Monsoon is beginning to understand how the option premiums change due to changes in various variables. She nods at Nicky in complete understanding and poses another question, “How about the time to expiration and the volatility of the underlying stocks? How do they affect the premium?” Nicky is ready as usual, “If the time to maturity, or the expiration period of the option contract is increased, the premiums will increase as the writer of the option will have to bear the risk for a longer period of time and the writer would want to be compensated for the time value of money. This is measured by Theta.”

Nicky further explains, “Monsoon, as you know, the primary objective of options is to ascertain a certain amount of cash flows at some time in the futures.
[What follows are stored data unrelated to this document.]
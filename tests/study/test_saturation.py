"""Saturation of a refrigerant over temperature, and the lines of its pressure-enthalpy chart."""

import numpy as np
import pytest

from retrofit.errors import NoModelError, UnknownRefrigerantError
from retrofit.properties import fluid
from retrofit.study.lines import chart_lines
from retrofit.study.saturation import saturation_table

KELVIN = 273.15


def test_rows_are_the_properties_at_the_temperatures_asked_for():
    """Each row agrees with the properties room at its own temperature, in the order given."""
    table = saturation_table("r-448a", [300.0, 250.0])
    behaviour = fluid("R448A")

    assert (table.refrigerant.designation, [row.T_K for row in table.rows]) == ("R448A", [300.0, 250.0])
    for row in table.rows:
        assert row.reason is None
        assert row.p_bubble_Pa == float(behaviour.p_bubble(row.T_K))
        assert row.p_dew_Pa == float(behaviour.p_dew(row.T_K))
        assert row.p_bubble_Pa > row.p_dew_Pa
        assert row.density_bubble_kg_per_m3 > row.density_dew_kg_per_m3
        assert row.h_dew_J_per_kg > row.h_bubble_J_per_kg


def test_water_boils_at_its_normal_boiling_point():
    """Water at 99.974 degC has 101.325 kPa (IAPWS-95, printed to 0.001 K, which is 0.0036 % in pressure)."""
    (row,) = saturation_table("R718", [99.974 + KELVIN]).rows

    assert row.p_dew_Pa == pytest.approx(101_325.0, rel=1e-4)


def test_a_temperature_outside_the_range_is_a_row_with_its_reason():
    """It carries no number, and the rows beside it are as they were."""
    cold, inside, hot = saturation_table("R134a", [50.0, 273.15, 400.0]).rows

    for row in (cold, hot):
        assert "outside the range of its model" in row.reason
        assert (row.p_bubble_Pa, row.p_dew_Pa, row.h_dew_J_per_kg, row.density_dew_kg_per_m3) == (None,) * 4
    assert inside == saturation_table("R134a", [273.15]).rows[0]
    assert inside.reason is None


def test_no_table_without_a_model_or_an_entry():
    """A refrigerant without a model and one that does not exist are refused by name."""
    with pytest.raises(NoModelError, match="R1132a"):
        saturation_table("R468A", [273.15])
    with pytest.raises(UnknownRefrigerantError, match="R999"):
        saturation_table("R999", [273.15])


@pytest.mark.parametrize("name", ["R134a", "R448A", "R717"])
def test_chart_lines_stand_on_the_usual_references(name):
    """Liquid at 0 degC has 200 kJ/kg and 1 kJ/(kg K) after the IIR's convention, at -40 nothing after the other."""
    behaviour = fluid(name)
    zeros = chart_lines(behaviour).zeros
    at_zero, at_forty = (behaviour.bubble(behaviour.p_bubble(T + KELVIN)) for T in (0.0, -40.0))

    assert float(at_zero.h_J_per_kg) - zeros["si"].h_J_per_kg == pytest.approx(200e3, abs=1e-3)
    assert float(at_zero.s_J_per_kgK) - zeros["si"].s_J_per_kgK == pytest.approx(1e3, abs=1e-6)
    assert float(at_forty.h_J_per_kg) - zeros["ip"].h_J_per_kg == pytest.approx(0.0, abs=1e-3)
    assert "IIR" in zeros["si"].name
    assert "−40 °F" in zeros["ip"].name


def test_chart_lines_of_a_fluid_without_the_usual_references_say_which_one_they_use():
    """Water's liquid range begins above -40 degC, so its own lowest temperature is the zero and is named."""
    zeros = chart_lines(fluid("R718")).zeros

    assert "the lowest temperature of the model" in zeros["ip"].name


def test_chart_lines_close_toward_the_critical_point():
    """Both lines rise in pressure, and the heat of evaporation between them shrinks all the way up."""
    lines = chart_lines(fluid("R410A"), count=60)

    assert lines.T_K.shape == (60,)
    assert np.all(np.diff(lines.p_bubble_Pa) > 0.0)
    assert np.all(np.diff(lines.p_dew_Pa) > 0.0)
    assert np.all(np.diff(lines.h_dew_J_per_kg - lines.h_bubble_J_per_kg) < 0.0)
    assert lines.p_bubble_Pa[-1] < lines.p_critical_Pa
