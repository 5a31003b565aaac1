"""Readings beside the model of today's plant at the same point, and losses of motor and drive calibrated by them.

The model is worked out again by hand, step by step, with states from the property library; powers, currents and heats
by their definitions.
"""

import math

import pytest
from CoolProp.CoolProp import PropsSI
from hypothesis import HealthCheck, given, settings
from hypothesis import strategies as st

from retrofit.case import read_case
from retrofit.study import compare
from retrofit.study.agreement import Compared, WhyNot
from retrofit.study.life import with_life

KELVIN = 273.15
ATMOSPHERE_PA = 101325.0
TABLES = 1e-4  # relative: interpolation of the property tables, checked to 1e-5 in every state
PLANT = """
[plant]
refrigerant = "R134a"
[duty]
cooling = "40 kW"
evaporating = "-5 degC"
condensing = "40 degC"
useful_superheat = "5 K"
line_superheat = "5 K"
subcooling = "3 K"
[compressor]
isentropic_efficiency = 0.70
volumetric_efficiency = 0.85
swept_volume = "100 m3/h"
{compressor}
[compare]
candidates = ["R513A"]
[readings]
{readings}
"""
ELECTRICITY = 'voltage = "400 V"\nphases = 3\npower_factor = 0.85\n'
AIR = """
evaporator_in = "2 degC"
evaporator_out = "-3 degC"
evaporator_flow = "8 kg/s"
evaporator_specific_heat = "1.006 kJ/(kg K)"
condenser_in = "25 degC"
condenser_out = "{out}"
condenser_flow = "9 kg/s"
condenser_specific_heat = "1.006 kJ/(kg K)"
"""


@pytest.fixture
def plant_of(tmp_path):
    """Return a function that compares an R134a plant with readings."""

    def compared(readings, compressor=""):
        path = tmp_path / "plant.toml"
        path.write_text(PLANT.format(readings=readings, compressor=compressor), encoding="utf-8")
        return compare(read_case(path))

    return compared


def beside(comparison):
    """Return what stands beside what, by quantity."""
    return {row.quantity: row for row in comparison.beside}


def by_hand(T_evap_C, T_cond_C):
    """Return power, discharge temperature, cooling and heat rejected of the plant at full, at its shaft.

    h1 at 10 K above the dew point; h2 = h1 + (h2s - h1) / 0.70; m = 100 m3/h x 0.85 x density 1; P = m (h2 - h1);
    cooling = m (h 5 K above dew - h liquid 3 K below bubble); heat rejected = m (h2 - h liquid).
    """
    p1, p2 = (PropsSI("P", "T", T + KELVIN, "Q", 1, "R134a") for T in (T_evap_C, T_cond_C))
    suction = ("P", p1, "T", T_evap_C + 10.0 + KELVIN, "R134a")
    h1, s1, density = (PropsSI(name, *suction) for name in "HSD")
    h2 = h1 + (PropsSI("H", "P", p2, "S", s1, "R134a") - h1) / 0.70
    liquid = PropsSI("H", "P", p2, "T", T_cond_C - 3.0 + KELVIN, "R134a")
    outlet = PropsSI("H", "P", p1, "T", T_evap_C + 5.0 + KELVIN, "R134a")
    flow = 100.0 / 3600.0 * 0.85 * density
    T2 = PropsSI("T", "P", p2, "H", h2, "R134a")
    return flow * (h2 - h1), T2, flow * (outlet - liquid), flow * (h2 - liquid), p1, p2


def test_the_model_stands_at_the_point_of_the_readings(plant_of):
    """Read at -8/45 degC while the duty is -5/40 degC: everything is that of -8/45, by hand."""
    power, _, cooling, heat, p1, p2 = by_hand(-8.0, 45.0)
    gauges = [f'{name} = "{(p - ATMOSPHERE_PA) / 1e5:.7f} bar g"' for name, p in
              (("suction_pressure", p1), ("discharge_pressure", p2))]  # fmt: skip
    readings = "\n".join([*gauges, 'power = "15 kW"', 'current = "26 A"', ELECTRICITY, AIR.format(out="31 degC")])
    found = beside(plant_of(readings, "motor_efficiency = 0.90"))

    electric = power / 0.90
    expected = {
        Compared.POWER: electric,
        Compared.CURRENT: electric / (math.sqrt(3.0) * 400.0 * 0.85),
        Compared.COP: cooling / electric,
        Compared.CAPACITY: cooling,
        Compared.HEAT_REJECTED: heat,
    }
    for quantity, value in expected.items():
        assert found[quantity].modelled == pytest.approx(value, rel=TABLES), quantity
        assert found[quantity].reason is None, quantity
    assert found[Compared.POWER].difference == pytest.approx(15e3 / electric - 1.0, abs=TABLES)


def test_without_pressures_the_model_stands_at_the_duty(plant_of):
    """-5/40 degC by hand; the discharge temperature differs in kelvin."""
    power, T2, *_ = by_hand(-5.0, 40.0)
    found = beside(plant_of('discharge_temperature = "92 degC"\npower = "12 kW"'))

    assert found[Compared.DISCHARGE].modelled == pytest.approx(T2, abs=0.02)
    assert found[Compared.DISCHARGE].difference == pytest.approx(92.0 + KELVIN - T2, abs=0.02)
    assert found[Compared.POWER].modelled == pytest.approx(power, rel=TABLES)


def test_power_from_the_current_stands_for_a_meter(plant_of):
    """sqrt(3) x 400 V x 25 A x 0.85 = 14.72 kW."""
    found = beside(plant_of(f'current = "25 A"\n{ELECTRICITY}'))

    assert found[Compared.POWER].read == pytest.approx(math.sqrt(3.0) * 400.0 * 25.0 * 0.85)
    assert found[Compared.POWER].read == pytest.approx(14722.0, abs=1.0)
    assert found[Compared.POWER].difference == pytest.approx(found[Compared.CURRENT].difference)


@pytest.mark.parametrize(("out", "by"), [("31 degC", 54324.0), ("41 degC", 144864.0)])
def test_the_heat_balance_by_hand(plant_of, out, by):
    """Cooling 8 x 1006 x 5 = 40 240 W; power 12 kW x 0.9; heat given off 9 x 1006 x 6 or x 16 W.

    Heat of the suction line: 5 K, some hundredths of the cooling, which the model adds.
    """
    found = plant_of('power = "12 kW"\n' + AIR.format(out=out), "motor_efficiency = 0.90")
    row, duty = beside(found)[Compared.HEAT_BALANCE], found.existing.duty

    assert row.read == pytest.approx(by)
    assert row.modelled == pytest.approx(40240.0 * (1.0 + duty.line_heat_W / duty.cooling_W) + 10800.0, rel=1e-6)
    assert row.reason is None


def test_a_balance_that_doubts_its_readings_is_still_told(plant_of):
    """Twice the heat of cooling and power: the readings are in doubt, and the balance has its numbers all the same."""
    found = plant_of('power = "12 kW"\n' + AIR.format(out="41 degC"), "motor_efficiency = 0.90")

    assert "reading-heat-balance" in {problem.code for problem in found.baseline.problems}
    assert beside(found)[Compared.HEAT_BALANCE].difference > 1.0
    assert beside(found)[Compared.CAPACITY].reason.why in (WhyNot.IN_DOUBT, WhyNot.NOT_READ)


@pytest.mark.parametrize(
    ("quantity", "readings", "compressor", "why", "keys"),
    [
        (Compared.POWER, 'discharge_temperature = "70 degC"', "", WhyNot.NOT_READ, ("readings.power",)),
        (
            Compared.CURRENT,
            'power = "12 kW"\ncurrent = "25 A"\nvoltage = "400 V"',
            "",
            WhyNot.KEY_MISSING,
            ("readings.phases", "readings.power_factor"),
        ),
        (Compared.POWER, 'power = "6 kW"\nload = "50 %"', 'speed = "steps"\nsteps = 4', WhyNot.PART_LOAD, None),
        (Compared.POWER, f'power = "15 kW"\ncurrent = "29 A"\n{ELECTRICITY}', "", WhyNot.IN_DOUBT, None),
        (Compared.HEAT_REJECTED, 'power = "12 kW"', "", WhyNot.NOT_READ, None),
    ],
)
def test_what_cannot_be_compared_has_a_reason_with_keys(plant_of, quantity, readings, compressor, why, keys):
    """Not read, one reading missing, part load, readings in doubt: each its own state, with the keys it is about."""
    row = beside(plant_of(readings, compressor))[quantity]

    assert row.difference is None
    assert row.reason.why == why
    assert row.reason.keys
    assert keys is None or row.reason.keys == keys


def test_a_machine_that_starts_and_stops_is_comparable_at_part_load(plant_of):
    """While it runs it takes its full power, whatever the load."""
    row = beside(plant_of('power = "12 kW"\nload = "50 %"', 'speed = "fixed"'))[Compared.POWER]

    assert row.difference is not None


def test_what_the_model_was_made_from_does_not_test_it(case_of, tmp_path):
    """Left out, the isentropic efficiency comes from the discharge temperature: it then agrees with itself."""
    text = PLANT.replace("isentropic_efficiency = 0.70\n", "")
    readings = (
        'suction_pressure = "1.4 bar g"\ndischarge_pressure = "9.2 bar g"\nsuction_temperature = "5 degC"\n'
        'discharge_temperature = "72 degC"'
    )
    path = tmp_path / "plant.toml"
    path.write_text(text.format(readings=readings, compressor=""), encoding="utf-8")
    row = beside(compare(read_case(path)))[Compared.DISCHARGE]

    assert row.reason.why == WhyNot.IN_THE_MODEL
    assert row.reason.keys == ("readings.discharge_temperature",)


# Calibration


@settings(max_examples=20, deadline=None, suppress_health_check=[HealthCheck.function_scoped_fixture])
@given(ratio=st.floats(0.6, 2.0))
def test_calibration_takes_losses_within_its_range_only(plant_of, ratio):
    """Power read from 1 to 1.5 times that at the shaft is taken, its model then gives the power read; nothing else is.

    Shaft power at -5/40 degC by hand.
    """
    shaft = by_hand(-5.0, 40.0)[0]
    found = plant_of(f'power = "{ratio * shaft / 1e3:.6f} kW"\ncalibrate = true')
    calibration, motor = found.calibration, found.case.compressor.motor_efficiency

    assert calibration.ratio == pytest.approx(ratio, rel=TABLES)
    if 1.001 < ratio < 1.499:
        assert calibration.is_applied
        assert motor == pytest.approx(1.0 / ratio, rel=TABLES)
        assert beside(found)[Compared.POWER].modelled == pytest.approx(ratio * shaft, rel=TABLES)
    elif not 0.999 < ratio < 1.501:
        assert not calibration.is_applied
        assert motor is None
        assert calibration.reason.why == (WhyNot.BELOW_RANGE if ratio < 1.0 else WhyNot.ABOVE_RANGE)


@pytest.mark.parametrize(
    ("factor", "applied", "efficiency"), [(1.2, True, 0.9 / 1.2), (0.95, False, None), (1.4, False, None)]
)
def test_losses_of_a_motor_that_the_case_gives_stay_within_the_whole(plant_of, factor, applied, efficiency):
    """With a motor of 90 %, a drive adds losses: 0.9 / 1.2 = 75 % together; less than the motor's own cannot be, and
    1.4 / 0.9 = 1.56 times the shaft power is beyond 1.5."""
    electric = by_hand(-5.0, 40.0)[0] / 0.9
    found = plant_of(f'power = "{factor * electric / 1e3:.6f} kW"\ncalibrate = true', "motor_efficiency = 0.90")

    assert found.calibration.is_applied is applied
    assert found.case.compressor.motor_efficiency == pytest.approx(efficiency or 0.9, rel=TABLES)
    assert found.calibration.efficiency == (None if efficiency is None else pytest.approx(efficiency, rel=TABLES))


def test_calibration_without_power_is_not_applied(plant_of):
    """The state says why, and the case stays as it was."""
    found = plant_of('discharge_temperature = "70 degC"\ncalibrate = true')

    assert not found.calibration.is_applied
    assert found.calibration.reason.why == WhyNot.NOT_READ
    assert found.case.compressor.motor_efficiency is None
    assert plant_of('power = "14 kW"').calibration is None
    assert plant_of('power = "14 kW"\ncalibrate = false').calibration is None


def test_every_option_alike_and_ratios_untouched(rack_of, money):
    """Electricity of the compressors of every option is the calibrated ratio times as much, in the draws too, and what
    is relative stays: by the definition of a factor that all options have in common."""
    power = compare(rack_of()).existing.compressor.power_W
    readings = f'[readings]\npower = "{1.25 * power / 1e3:.6f} kW"\n'
    before, after = (
        with_life(compare(rack_of(more=f"{money}\n{readings}{key}", candidates='"R448A", "R452A"')), draws=64)
        for key in ("", "calibrate = true\n")
    )
    ratio = after.calibration.ratio

    assert before.calibration is None
    assert ratio == pytest.approx(1.25, rel=1e-6)
    for old, new in zip(before.entries, after.entries, strict=True):
        name = old.refrigerant.designation
        assert new.relative == old.relative
        assert new.duty == old.duty
        assert new.plant.full == old.plant.full
        assert new.plant.electric_W == pytest.approx(ratio * old.plant.electric_W)
        assert new.plant.mean_electric_W == pytest.approx(ratio * old.plant.mean_electric_W)
        one, other = before.life.years[name], after.life.years[name]
        assert other.compressor_J == pytest.approx(ratio * one.compressor_J)
        rest = one.energy_J - one.compressor_J
        assert other.energy_J == pytest.approx(rest + ratio * one.compressor_J)
        assert other.delivered_J == one.delivered_J
        drawn, redrawn = (found.life.certainty[name].quantiles["energy_J"].p50 for found in (before, after))
        assert drawn < redrawn < ratio * drawn
        assert redrawn == pytest.approx(rest + ratio * (drawn - rest), rel=0.01)  # quantiles of other draws' order
    assert after.life.certainty["R448A"].quantiles["cop_ratio"] == before.life.certainty["R448A"].quantiles["cop_ratio"]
Traders and investors use options extensively to hedge the risk of changing prices in the spot market. Thus, higher the changes in price of an asset, greater will be the demand for option contracts. That is, greater the volatility of the underlying asset, higher will be the option premium. The sensitivity of option premiums to changes in volatility is measured by Vega”

Monsoon is not satisfied. She has another question, “Will the premiums for both Call and Put options be higher with higher time to maturity and higher volatility of the underlying asset?” Nicky is pleased that Monsoon’s thoughts are going on the right track. She says, “You are absolutely right Monsoon. Both call and put option will be more valuable when the time to maturity is higher and the volatility of the underlying asset is higher.”

Before Monsoon could pose another question, Nicky quickly added, “Now that you know about Delta, Rho, Theta and Vega, let me tell you something about Gamma too. Gamma is the sensitivity of the delta with respect to changes in underlying asset prices. This means that Gamma is a second order derivative. Higher the gamma, higher is the risk of changes in option premium due to changes in prices of the underlying.”

Monsoon finally breathes easy. She has finally learnt the meaning of the Greeks. Just as she is fascinated by Hari Puttar and his world of magic, she is awestruck by Options and the world of Greeks. She profusely thanks Nicky and in her characteristic chatter-pattar begins to fill in Nicky with all the gossip in the colony from where Nicky had moved out after being offered a house at the University campus.